# New baby expected after 189 visa granted, what to do?



## amro200 (Jan 7, 2014)

Dears:
As per the subject above, Me and my wife got our 189 visa granted on 1st-July-2014 as to make our first entry to Australia before 15-May-2015. 

After very short time later wife appeared to pregnant and due date is 15-Mar-2014, so we were trying to make our first entry before the delivery but due health conditions and some complications she's not allowed to fly, and the situations isn't getting better yet.

So if we get the green light from the doctor in the next 3 weeks or so we can fly immediately and issue solved, if not, then we have a very short time after delivery (15-Mar to 15-May) it takes more than a month here just to issue birth certificate and new passport.

I am really worried that we might lose the visa, how will I get visa for the baby and enter on time,what should I do in this case? please advise.


----------



## TheExpatriate (Feb 7, 2014)

Salam ya Zol 

Best situation is to fly and give birth there, so the baby can be a citizen by birth

Otherwise, right after delivery, you need to fly ASAP, you can fly without the baby one person at a time, just to validate the visa, like for instance, three of you can fly to Malaysia (no visa required for the Sudanese), then you can take turns flying to Australia.

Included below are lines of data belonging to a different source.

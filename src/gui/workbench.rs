//! The app's state and the one place edits are applied.

use super::command::Command;
use super::derived::{Cache, Derived, Inputs};
use super::files::{self, Chooser, Purpose, Recovery};
use super::history::History;
use crate::data::{Mapping, ReadOptions, read_file};
use crate::elicit::fit::{Fixed, Judgment, Scale};
use crate::elicit::{PoolMethod, dials, fit, methods};
use crate::export::Target;
use crate::family::Prior;
use crate::project::{
    self, DataSource, Expert, MethodRecord, Pooling, Project, Scenario, StoredJudgment,
};
use std::path::{Path, PathBuf};
use std::sync::mpsc::Receiver;

/// The example project the app opens on (an invented scenario).
pub const EXAMPLE: &str = include_str!("../../sample-projects/checkout-button.ron");
/// Its file name, for messages.
pub const EXAMPLE_NAME: &str = "checkout-button.ron (bundled example)";

/// A message in the window.
#[derive(Clone, Debug, PartialEq)]
pub struct Notice {
    /// What happened.
    pub text: String,
    /// An error (else information).
    pub error: bool,
}

/// A dialog over the window.
#[derive(Clone, Debug, PartialEq)]
pub enum Dialog {
    /// Unsaved changes: what to do before `then`.
    Unsaved(Box<Command>),
    /// A path typed in where no file dialog could be shown.
    Path {
        /// What the path is for.
        purpose: Purpose,
        /// The text so far.
        text: String,
    },
    /// Columns of a data file to map.
    Mapping(MappingDraft),
    /// Unsaved work from a session that ended without saving.
    Recover(Box<Recovery>),
    /// The export text for a target.
    Export(Target),
}

/// A data file's header and the mapping being chosen.
#[derive(Clone, Debug, PartialEq)]
pub struct MappingDraft {
    /// The file.
    pub path: PathBuf,
    /// Its column names.
    pub columns: Vec<String>,
    /// The mapping so far.
    pub mapping: Mapping,
}

/// Settings that are not part of the project.
#[derive(Clone, Debug)]
pub struct View {
    /// Selected expert.
    pub expert: usize,
    /// Selected dial.
    pub dial: dials::Dial,
    /// Future size for the predictive.
    pub future: f64,
    /// Threshold for P(> c).
    pub threshold: f64,
    /// Dark theme.
    pub dark: bool,
    /// The handle being dragged, and the x-range frozen for the drag.
    pub dragging: Option<(super::panels::prior::Handle, (f64, f64))>,
    /// Judgment rows being typed: (probability, value) as text.
    pub rows: Vec<super::panels::judgments::Row>,
    /// The expert the rows belong to.
    pub rows_for: Option<usize>,
    /// Chips per bin and the bin edges.
    pub chips: Vec<f64>,
    /// Bin edges for the chips.
    pub edges: Vec<f64>,
    /// Imagined-data text (key=value).
    pub imagined: String,
    /// Observable-scale judgments: future sample text and rows.
    pub observable_future: String,
    /// Rows for the observable-scale judgments.
    pub observable_rows: Vec<super::panels::judgments::Row>,
    /// Alternative priors being edited: (name, key=value text).
    pub alternatives: Vec<(String, String)>,
    /// Whether the alternatives editor is open.
    pub alternatives_open: bool,
    /// Typed-in data statistics (key=value).
    pub typed_data: String,
    /// Which judgment form is showing.
    pub method: super::panels::judgments::Method,
    /// The last message of the chips, imagined or observable forms.
    pub method_note: Option<String>,
    /// Recent project files.
    pub recent: Vec<PathBuf>,
    /// The prior plot's last screen transform (for tests that drag handles).
    pub prior_transform: Option<egui_plot::PlotTransform>,
}

impl Default for View {
    fn default() -> Self {
        Self {
            expert: 0,
            dial: dials::Dial::Main,
            future: 20.0,
            threshold: 0.0,
            dark: false,
            dragging: None,
            rows: Vec::new(),
            rows_for: None,
            chips: Vec::new(),
            edges: Vec::new(),
            imagined: String::new(),
            observable_future: String::new(),
            observable_rows: Vec::new(),
            typed_data: String::new(),
            alternatives: Vec::new(),
            alternatives_open: false,
            method: super::panels::judgments::Method::Quantiles,
            method_note: None,
            recent: Vec::new(),
            prior_transform: None,
        }
    }
}

/// Where the app keeps its own files, and how often it autosaves.
#[derive(Clone, Debug, PartialEq)]
pub struct Settings {
    /// Recovery file and recent list (None: neither is kept).
    pub state_dir: Option<PathBuf>,
    /// Seconds between autosaves (None: off).
    pub autosave_secs: Option<f64>,
}

impl Settings {
    /// The desktop's settings.
    pub fn desktop() -> Self {
        Self {
            state_dir: files::state_dir(),
            autosave_secs: Some(5.0),
        }
    }
}
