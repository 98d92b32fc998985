//! Prior–data conflict tails against scipy.stats
//! (tests/reference/fixtures/checks.json, written by
//! tests/reference/generate_checks.py: betabinom, nbinom, t, norm, f,
//! dirichlet_multinomial walked over every count vector, chi2).

use priorwright::family::Prior;
use serde_json::Value;

#[test]
fn conflict_tails_match_scipy_for_every_family() {
    let text = std::fs::read_to_string(concat!(
        env!("CARGO_MANIFEST_DIR"),
        "/tests/reference/fixtures/checks.json"
    ))
    .expect("fixture present");
    let v: Value = serde_json::from_str(&text).expect("JSON");
    let mut failures = Vec::new();
    let mut families = std::collections::BTreeSet::new();
    for c in v["cases"].as_array().expect("cases") {
        let fam = c["family"].as_str().unwrap();
        families.insert(fam.to_owned());
        let prior = Prior::parse(fam, c["prior"].as_str().unwrap()).unwrap();
        let data = prior.parse_data(c["data"].as_str().unwrap()).unwrap();
        let k = prior
            .conflict(&data)
            .unwrap()
            .expect("every family has a conflict check");
        let label = format!("{fam} {} {}", c["prior"], c["data"]);
        for (what, got, want) in [
            ("lower", k.lower_tail, c["lower_tail"].as_f64().unwrap()),
            ("upper", k.upper_tail, c["upper_tail"].as_f64().unwrap()),
        ] {
            if (got - want).abs() > 1e-10 {
                failures.push(format!("{label}: {what} tail {got} against scipy {want}"));
            }
        }
        if k.mid_p != c["mid_p"].as_bool().unwrap() {
            failures.push(format!("{label}: mid_p {}", k.mid_p));
        }
        let p = (2.0 * k.lower_tail.min(k.upper_tail)).min(1.0);
        assert_eq!(k.p_value, p, "{label}: p is two-sided");
    }
    assert_eq!(
        families.len(),
        priorwright::family::FAMILY_IDS.len(),
        "a family has no case"
    );
    assert!(failures.is_empty(), "{}", failures.join("\n"));
}
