/// (variable, frozen scipy.stats distribution) of a prior that is one
/// distribution (all but the normal-inverse-gamma pair).
fn scipy_frozen(p: &Prior) -> Option<(&'static str, String)> {
    Some(match p {
        Prior::BetaBinomial(b) => (
            "theta",
            format!("stats.beta({}, {})", n(b.alpha), n(b.beta)),
        ),
        Prior::GammaPoisson(g) => (
            "lambda",
            format!("stats.gamma({}, scale={})", n(g.alpha), n(1.0 / g.beta)),
        ),
        Prior::GammaExponential(g) => (
            "lambda",
            format!("stats.gamma({}, scale={})", n(g.alpha), n(1.0 / g.beta)),
        ),
        Prior::NormalKnownVariance(k) => (
            "mu",
            format!(
                "stats.norm(loc={}, scale={})",
                n(k.mu0),
                n(k.sigma / k.kappa0.sqrt())
            ),
        ),
        Prior::DirichletMultinomial(d) => {
            ("theta", format!("stats.dirichlet([{}])", list(&d.alpha)))
        }
        Prior::InverseGammaVariance(v) => (
            "sigma2",
            format!("stats.invgamma({}, scale={})", n(v.alpha), n(v.beta)),
        ),
        Prior::NormalInverseGamma(_) => return None,
    })
}

/// The note a single statement carries, in the target's comment syntax.
fn note(p: &Prior, comment: &str) -> String {
    match p {
        Prior::GammaExponential(_) => format!("  {comment} mean time = 1 / lambda"),
        Prior::DirichletMultinomial(d) if comment == "//" => {
            format!("  // theta declared simplex[{}]", d.alpha.len())
        }
        _ => String::new(),
    }
}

Child visa for a high risk applicant from offshore takes 14 months, so no way you will make it on time unless you follow either plans above.


WORST case scenario : You - the father - fly any time before first entry date, and if the mother cannot make it, you can apply for a spouse visa for her later on, but at least you - the primary applicant - can keep your visa.


----------



## amro200 (Jan 7, 2014)

TheExpatriate said:


> Salam ya Zol
> 
> Best situation is to fly and give birth there, so the baby can be a citizen by birth
> 
> ...


Thanks ya Ibn Alneel, Very helpful reply indeed,

Any other ideas please?


----------



## TheExpatriate (Feb 7, 2014)

amro200 said:


> Thanks ya Ibn Alneel, Very helpful reply indeed,
> 
> Any other ideas please?


7babak 3ashara 

No unfortunately, you are in a tight spot here your options are :

1- If the doctor clears your wife to fly, fly now and return
2- Also if the doctor clears your wife to fly, fly before birth and give birth there
3- Fly right after birth without the baby (child visa will NO WAY be ready in two months)
4- Only you fly to keep your visa then sponsor your wife and baby later on (but that means more headache, paperwork and money AGAIN) 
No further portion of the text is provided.